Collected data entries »
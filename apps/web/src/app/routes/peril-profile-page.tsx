import { useCallback, useMemo, useState } from "react";
import { useQueryClient } from "@tanstack/react-query";
import { useNavigate, useParams } from "react-router-dom";
import type { PerilProfileBody, PerilProfileRecord } from "@plumeline/contracts";
import { paths } from "@/config/paths";
import { Button, ButtonLink } from "@/components/ui/button";
import { Card, CardBody, CardHeader } from "@/components/ui/card";
import { LeaveConfirmDialog } from "@/components/ui/leave-confirm-dialog";
import { PageHeader } from "@/components/ui/page-header";
import { RestoredDraftNotice } from "@/components/ui/restored-draft-notice";
import { canonicalJson, draftStorageKey } from "@/lib/draft-storage";
import { useKeepDraft, useStoredDraft } from "@/lib/use-stored-draft";
import { useUnsavedChangesGuard } from "@/lib/use-unsaved-changes-guard";
import { PanelErrorBoundary } from "@/components/ui/panel-error-boundary";
import { EmptyState, ErrorState, LoadingState, Spinner } from "@/components/ui/states";
import { isApiError } from "@/lib/api-error";
import { usePerilCurvePreview } from "@/features/peril/api/get-peril-curve";
import { getPerilProfileQueryOptions, usePerilProfile } from "@/features/peril/api/get-peril-profile";
import {
  useCopyPerilProfile,
  useCreatePerilProfile,
  useDeletePerilProfile,
  useUpdatePerilProfile,
} from "@/features/peril/api/save-peril-profile";
import { PerilActionError } from "@/features/peril/components/peril-action-error";
import { ChartSourceProvider } from "@/components/charts/chart-source";
import { PerilCurveChart } from "@/features/peril/components/peril-curve-chart";
import { PerilProfileForm } from "@/features/peril/components/peril-profile-form";
import { PerilRecordError } from "@/features/peril/components/peril-record-error";
import { ProfileStatusNote } from "@/features/peril/components/profile-status-note";
import { draftFromRecord, emptyDraft, toProfileBody, type ProfileDraft } from "@/features/peril/lib/profile-draft";
import { storedProfileDraftSchema } from "@/features/peril/lib/profile-draft-schema";
import { useDebouncedValue } from "@/lib/use-debounced-value";
import type { PerilViewer } from "@/features/peril/lib/peril-viewer";
import { usePerilViewer } from "../use-peril-viewer";

/** Server messages keyed by field path, with the preview's "profile." prefix removed. */
function fieldMessages(error: unknown, prefix = ""): Record<string, string> {
  if (!isApiError(error)) return {};
  const out: Record<string, string> = {};
  for (const [path, message] of Object.entries(error.fieldMessages()))
    out[path.startsWith(prefix) ? path.slice(prefix.length) : path] = message;
  return out;
}

/** The draft as the preview sends it: blank name and region filled in, so the curve shows from the first keystroke. */
function previewBody(body: PerilProfileBody | null): PerilProfileBody | null {
  if (!body) return null;
  return { ...body, name: body.name.trim() || "Draft", region: body.region.trim() || "Draft" };
}

function Editor({ record, viewer }: { record: PerilProfileRecord | undefined; viewer: PerilViewer }) {
  const navigate = useNavigate();
  const queryClient = useQueryClient();
  const owner = !record || record.createdBy === viewer.userId;
  const readOnly = !viewer.canWrite || Boolean(record?.locked) || !owner;
  // What the server holds: "unsaved changes" means the draft differs from this.
  const loaded = useMemo(() => (record ? draftFromRecord(record) : emptyDraft()), [record]);
  const draftKey = readOnly || !viewer.userId ? null : draftStorageKey("peril-profile", viewer.userId, record?.id);
  const kept = useStoredDraft(draftKey, storedProfileDraftSchema);
  const [draft, setDraft] = useState<ProfileDraft>(() => (kept.found.status === "restored" ? kept.found.value : loaded));
  const dirty = !readOnly && canonicalJson(draft) !== canonicalJson(loaded);
  useKeepDraft(draftKey, draft, dirty);
  const guard = useUnsavedChangesGuard(dirty);
  const { clear } = kept;
  const discard = useCallback(() => {
    clear();
    setDraft(loaded);
  }, [clear, loaded]);
  const settled = useDebouncedValue(draft);
  const parsed = useMemo(() => toProfileBody(settled), [settled]);
  const curve = usePerilCurvePreview(previewBody(parsed.body));
  const create = useCreatePerilProfile();
  const update = useUpdatePerilProfile();
  const copy = useCopyPerilProfile();
  const remove = useDeletePerilProfile();

  const saveError = create.error ?? update.error;
  const errors = { ...fieldMessages(curve.error, "profile."), ...fieldMessages(saveError), ...(toProfileBody(draft).errors ?? {}) };
  if (draft.name.trim() !== "" || !saveError) delete errors.name;
  if (!saveError) delete errors.region;

  async function save() {
    const out = toProfileBody(draft);
    if (!out.body) return;
    const saved = await (record ? update.mutateAsync({ id: record.id, body: out.body }) : create.mutateAsync(out.body)).catch(
      (e: unknown) => {
        // Locked or handed over since the page opened: re-read the record so the form turns
        // read-only and the note says why, instead of inviting the same refused save again.
        if (record && isApiError(e) && (e.status === 409 || e.status === 403))
          void queryClient.invalidateQueries({ queryKey: getPerilProfileQueryOptions(record.id).queryKey });
        return null;
      },
    );
    if (!saved) return;
    guard.allowNextNavigation();
    clear();
    void navigate(paths.perilProfile.build(saved.id), { replace: !record });
  }
  async function copyIt() {
    if (!record) return;
    const created = await copy.mutateAsync({ id: record.id }).catch(() => null);
    if (!created) return;
    void navigate(paths.perilProfile.build(created.id));
  }
  async function deleteIt() {
    if (!record || !window.confirm(`Delete the peril profile “${record.name}”?`)) return;
    const removed = await remove.mutateAsync(record.id).then(
      () => true,
      () => false,
    );
    if (!removed) return;
    // Already confirmed, and there is nothing left to save the changes to.
    guard.allowNextNavigation();
    clear();
    void navigate(paths.perils.build());
  }

  return (
    <>
      <PageHeader
        kicker="Peril lens · profile"
        title={record ? record.name : "New peril profile"}
        description="How a hazard or loss metric scales with global warming beyond what the firm's risk view already holds."
        actions={
          <>
            <ButtonLink to={paths.perils.build()} variant="secondary">
              Back to the peril lens
            </ButtonLink>
            {record && viewer.canWrite && (
              <Button variant="secondary" onClick={copyIt} disabled={copy.isPending}>
                Copy
              </Button>
            )}
            {record && owner && viewer.canWrite && !record.locked && (
              <Button variant="danger" onClick={deleteIt} disabled={remove.isPending}>
                Delete
              </Button>
            )}
          </>
        }
      />
      <ProfileStatusNote record={record} canWrite={viewer.canWrite} owner={owner} />
      <RestoredDraftNotice found={kept.found} onDiscard={discard} onDismiss={kept.dismiss} />
      <div className="mb-4 empty:hidden">
        <PerilActionError error={copy.error ?? remove.error} />
      </div>
      {/* minmax(0, 1fr): the chart's drawn width must not squeeze the form column (it did, to a 66 px Name box at 1280 px). */}
      <div className="grid gap-6 xl:grid-cols-[minmax(0,1fr)_minmax(0,1fr)]">
        <Card>
          <CardHeader title="Profile" />
          <CardBody>
            <PerilProfileForm draft={draft} onChange={setDraft} errors={errors} readOnly={readOnly} />
            {!readOnly && (
              <div className="mt-4 flex items-center gap-3">
                <Button onClick={save} disabled={create.isPending || update.isPending || toProfileBody(draft).body === null}>
                  {create.isPending || update.isPending ? "Saving…" : record ? "Save changes" : "Create profile"}
                </Button>
              </div>
            )}
            {/* Outside the editable branch: a refused save that turned the form read-only still says why. */}
            <div className="mt-4 empty:hidden">
              <PerilActionError error={saveError} />
            </div>
          </CardBody>
        </Card>
        <Card>
          <CardHeader
            title="Preview"
            subtitle="Multiplier against warming; the marker is the warming already in the risk view."
            actions={curve.isFetching ? <Spinner /> : null}
          />
          <CardBody>
            <PanelErrorBoundary resetKey={JSON.stringify(settled)}>
              {curve.data ? (
                // A profile preview has no run: its downloads name the profile and say it is a preview of the form.
                <ChartSourceProvider
                  source={{
                    lines: [
                      `Peril profile “${record?.name ?? "new, not saved"}”${record ? ` · last saved ${record.updatedAt.slice(0, 10)}` : ""} · preview of the profile as edited on screen`,
                    ],
                    fileLabel: record?.name,
                  }}
                >
                  <PerilCurveChart curve={curve.data} />
                </ChartSourceProvider>
              ) : curve.isError ? (
                <ErrorState error={curve.error} title="The preview needs a valid profile" />
              ) : parsed.body === null ? (
                // No request is made for a draft with a field that is not a number, so waiting would never end.
                <EmptyState title="No curve yet">Fill in the marked fields with numbers to draw the multiplier curve.</EmptyState>
              ) : (
                <LoadingState label="Drawing the curve…" />
              )}
            </PanelErrorBoundary>
            {curve.data && (curve.isError || parsed.body === null) && (
              <p className="mt-2 text-xs text-danger">The curve shows the last valid draft; fix the marked fields.</p>
            )}
          </CardBody>
        </Card>
      </div>
      <LeaveConfirmDialog blocker={guard.blocker} onDiscard={clear} />
    </>
  );
}

/** New profile (no id in the URL) or an existing one: editable by its creator while unlocked. */
export function PerilProfileEditor({ viewer }: { viewer: PerilViewer }) {
  const { profileId } = useParams();
  const existing = usePerilProfile(profileId);
  if (profileId && existing.isPending) return <LoadingState label="Loading profile…" />;
  if (profileId && existing.isError)
    return <PerilRecordError noun="peril profile" error={existing.error} retry={() => existing.refetch()} />;
  return <Editor key={profileId ?? "new"} record={existing.data} viewer={viewer} />;
}

/** A peril profile, new or existing, edited by the signed-in person. */
export default function PerilProfilePage() {
  return <PerilProfileEditor viewer={usePerilViewer()} />;
}
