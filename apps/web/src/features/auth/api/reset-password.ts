import { useMutation } from "@tanstack/react-query";
import { authClient } from "@/lib/auth-client";
import { ApiError } from "@/lib/api-error";
import { authCall } from "./auth-call";

export interface ResetPasswordInput {
  token: string;
  newPassword: string;
}

/** Sets the new password with the mailed one-time token (better-auth's reset-password). */
export async function resetPassword(input: ResetPasswordInput): Promise<void> {
  const { error } = await authCall(() => authClient.resetPassword(input));
  if (error) {
    const status = error.status ?? 500;
    const code = error.code ?? "reset_failed";
    throw new ApiError(
      status,
      code,
      code === "INVALID_TOKEN"
        ? "This reset link has been used or has expired. Ask for a new one."
        : status === 400
          ? (error.message ?? "The password was not accepted.")
          : "The password could not be set. Try again in a moment.",
    );
  }
}

export const useResetPassword = () => useMutation({ mutationFn: resetPassword });
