import { Router } from "express";
import { authenticate } from "../../middleware/authenticate.js";
import { requirePermission } from "../../middleware/require-permission.js";
import { validate } from "../../middleware/validate.js";
import { usersController } from "./users.controller.js";
import { usersInputs as input } from "./users.inputs.js";

export const usersRouter = Router();

usersRouter.get("/", authenticate, requirePermission("users:manage"), usersController.list);
usersRouter.post("/", authenticate, requirePermission("users:manage"), validate(input.invite), usersController.invite);
usersRouter.patch("/:id", authenticate, requirePermission("users:manage"), validate(input.update), usersController.update);
// Deactivation keeps the person's history; only signing in stops (user-status.service.ts).
usersRouter.post("/:id/deactivate", authenticate, requirePermission("users:manage"), validate(input.byId), usersController.deactivate);
usersRouter.post("/:id/reactivate", authenticate, requirePermission("users:manage"), validate(input.byId), usersController.reactivate);
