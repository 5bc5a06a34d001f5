import type { InviteUserBody, Role, UpdateUserBody, User } from "@plumeline/contracts";
import type { AppContext } from "../../context.js";
import { conflict, forbidden, notFound } from "../../errors/app-error.js";
import type { RequestUser } from "../../middleware/request-context.js";
import { recordAudit } from "../audit/audit.service.js";
import type { UserModel } from "./user.model.js";

type UsersContext = Pick<AppContext, "models" | "auth" | "mailer" | "config" | "sequelize">;

export async function listUsers(ctx: Pick<AppContext, "models">): Promise<User[]> {
  const rows = await ctx.models.User.findAll({ order: [["name", "ASC"], ["email", "ASC"]] });
  return rows.map(toUser);
}

export async function getUser(ctx: Pick<AppContext, "models">, id: string): Promise<User> {
  const row = await ctx.models.User.findByPk(id);
  if (!row) throw notFound("User", id);
  return toUser(row);
}

/** Addresses of everyone holding `role`, e.g. the managers to notify of a submission. */
export async function emailsOfRole(ctx: Pick<AppContext, "models">, role: Role): Promise<string[]> {
  const rows = await ctx.models.User.findAll({ where: { role }, attributes: ["email"], order: [["email", "ASC"]] });
  return rows.map((r) => r.email);
}

/**
 * Invites a colleague: creates the user through better-auth without any password (so nothing
 * can sign them in yet), audits the invitation, then asks better-auth for its one-time reset
 * token, the same one "Forgot password?" uses. The mail hook (password-reset.service.ts) sees
 * the pending invitation and words the mail as an invitation with the link; no password is
 * ever made up, mailed or stored in the outbox.
 */
export async function inviteUser(ctx: UsersContext, actor: RequestUser, body: InviteUserBody): Promise<User> {
  const email = body.email.toLowerCase();
  if (await ctx.models.User.findOne({ where: { email } })) throw conflict(`A user with the email ${email} already exists.`, "email_taken");
  const { user } = await ctx.auth.api.createUser({ body: { email, name: body.name, role: body.role } });
  // Marks the invitation as pending until the person sets their password through the link.
  await ctx.models.User.update({ mustChangePassword: true }, { where: { id: user.id } });
  await recordAudit(ctx, {
    actorId: actor.id,
    actorEmail: actor.email,
    action: "user.invited",
    entityType: "user",
    entityId: user.id,
    summary: `${actor.email} invited ${email} as ${body.role}; a one-time link to set a password was mailed.`,
    data: { email, name: body.name, role: body.role },
  });
  await ctx.auth.api.requestPasswordReset({ body: { email } });
  return getUser(ctx, user.id);
}

/**
 * Changes a user's role with the reason, audited in the same transaction. No admin changes
 * their own role: granting or removing one's own rights needs a second admin.
 */
export async function changeRole(ctx: UsersContext, actor: RequestUser, id: string, change: UpdateUserBody): Promise<User> {
  const { role, reason } = change;
  return ctx.sequelize.transaction(async (transaction) => {
    const row = await ctx.models.User.findByPk(id, { transaction });
    if (!row) throw notFound("User", id);
    if (row.id === actor.id) throw forbidden("An admin cannot change their own role; ask another admin.", "self_role_change");
    const previous = row.role;
    if (previous === role) return toUser(row);
    await row.update({ role, updatedAt: new Date() }, { transaction });
    await recordAudit(
      ctx,
      {
        actorId: actor.id,
        actorEmail: actor.email,
        action: "user.role-changed",
        entityType: "user",
        entityId: row.id,
        summary: `${actor.email} changed the role of ${row.email} from ${previous} to ${role}. Reason: ${reason}`,
        data: { from: previous, to: role, reason },
      },
      transaction,
    );
    return toUser(row);
  });
}

export function toUser(row: UserModel): User {
  return { id: row.id, email: row.email, name: row.name, role: row.role, createdAt: row.createdAt.toISOString(), deactivated: Boolean(row.banned) };
}
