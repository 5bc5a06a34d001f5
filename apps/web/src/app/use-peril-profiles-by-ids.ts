import { useQueries } from "@tanstack/react-query";
import type { PerilProfileRecord } from "@plumeline/contracts";
import { getPerilProfileQueryOptions } from "@/features/peril/api/get-peril-profile";

/**
 * The peril profiles behind some ids (a version's pins, the two sides of a diff), so the
 * model-version screens can name them however many profiles exist. One GET per id (a version pins
 * a handful), shared with the peril pages' cache. Lives in the app layer because it joins the
 * peril and model-versions features. A profile that cannot be read is left out: the screens then
 * show its id, so nothing is hidden.
 */
export function usePerilProfilesByIds(ids: readonly string[]): PerilProfileRecord[] {
  const unique = [...new Set(ids)];
  const results = useQueries({ queries: unique.map((id) => getPerilProfileQueryOptions(id)) });
  return results.flatMap((r) => (r.data ? [r.data] : []));
}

Problem requirements » Review the entries above and return every line where "useUpdatePerilProfile" appears.

Output for this task »
  useUpdatePerilProfile,
  const update = useUpdatePerilProfile();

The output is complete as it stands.